*** Input
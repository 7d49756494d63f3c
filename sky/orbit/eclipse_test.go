package orbit

import (
	"math"
	"testing"

	"pgregory.net/rapid"

	"example.org/tallystick/sky/outside"
)

func TestEclipseWidths(t *testing.T) {
	for _, r := range outside.Rows(t, "orbits.csv", "ORB-092") {
		e := Eclipse{CentreTurns: 0.25, HalfWidthTurns: 0.045, ReferenceMHz: 430, Index: r.Num("index")}
		r.Check(r.Num("d430_min") * e.At(r.Num("f")).HalfWidthTurns / e.HalfWidthTurns)
	}
	for _, r := range outside.Rows(t, "orbits.csv", "ORB-090", "ORB-093") {
		minutes, period := r.Inputs["d_min"], r.Num("PB_d")
		d := 0.0
		if minutes != "" {
			d = r.Num("d_min") * 60
		} else {
			d = r.Num("duration_s")
		}
		o := mustNew(t, Elements{PeriodDays: period, AscendingNodeMJD: 55000})
		half := d / 2 / secPerDay / period
		spans := o.EclipseSpans(Eclipse{CentreTurns: 0.25, HalfWidthTurns: half}, 55000, 55000+period)
		if len(spans) != 1 {
			t.Fatalf("%s: spans %v", r.ID, spans)
		}
		r.Check((spans[0].ToMJD - spans[0].FromMJD) / period)
	}
}

// Spans and the question at an instant agree; margins surround the eclipse.
func TestEclipseSpansAgainstScan(t *testing.T) {
	rapid.Check(t, func(t *rapid.T) {
		o := mustNewRapid(t, Elements{
			PeriodDays: rapid.Float64Range(0.1, 3).Draw(t, "period"), AscendingNodeMJD: 55000,
			Eccentricity: rapid.Float64Range(0, 0.5).Draw(t, "e"), PeriastronDeg: rapid.Float64Range(0, 360).Draw(t, "om"),
		})
		e := Eclipse{CentreTurns: rapid.Float64Range(0, 1).Draw(t, "centre"), HalfWidthTurns: rapid.Float64Range(0.01, 0.3).Draw(t, "half"),
			MarginTurns: rapid.Float64Range(0, 0.1).Draw(t, "margin")}
		from := 55000 + rapid.Float64Range(-50, 50).Draw(t, "from")
		to := from + o.PeriodDays*rapid.Float64Range(0.05, 3).Draw(t, "orbits")
		hidden, untimable := o.EclipseSpans(e, from, to), o.UntimableSpans(e, from, to)
		for i := range 500 {
			at := from + (to-from)*(float64(i)+0.5)/500
			if got, want := o.Eclipsed(e, at), inSpans(hidden, at); got != want && !edge(hidden, at) {
				t.Fatalf("%.9f: eclipsed %v, spans %v", at, got, hidden)
			}
			if got, want := e.In(o.eclipsePhase(at)) || e.InMargin(o.eclipsePhase(at)), inSpans(untimable, at); got != want && !edge(untimable, at) {
				t.Fatalf("%.9f: untimable %v, spans %v", at, got, untimable)
			}
		}
	})
}

func inSpans(spans []Span, at float64) bool {
	for _, s := range spans {
		if at >= s.FromMJD && at <= s.ToMJD {
			return true
		}
	}
	return false
}

func edge(spans []Span, at float64) bool {
	for _, s := range spans {
		if math.Abs(at-s.FromMJD) < 1e-7 || math.Abs(at-s.ToMJD) < 1e-7 {
			return true
		}
	}
	return false
}

func TestEclipseOfNoWidth(t *testing.T) {
	o := mustNew(t, Elements{PeriodDays: 1, AscendingNodeMJD: 55000})
	if (Eclipse{}).In(0) || (Eclipse{CentreTurns: 0.25, MarginTurns: 0.1}).InMargin(0.25) || o.EclipseSpans(Eclipse{}, 55000, 55010) != nil {
		t.Error("no eclipse hides something")
	}
	always := o.EclipseSpans(Eclipse{CentreTurns: 0.25, HalfWidthTurns: 0.5}, 55000, 55010)
	if len(always) != 1 || always[0] != (Span{55000, 55010}) {
		t.Errorf("an eclipse of the whole orbit: %v", always)
	}
}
******
# [Exercise instructions]
Which of the lines above contain "Fatalf"? Return them all.

# [Task solution]
			t.Fatalf("%s: spans %v", r.ID, spans)
				t.Fatalf("%.9f: eclipsed %v, spans %v", at, got, hidden)
				t.Fatalf("%.9f: untimable %v, spans %v", at, got, untimable)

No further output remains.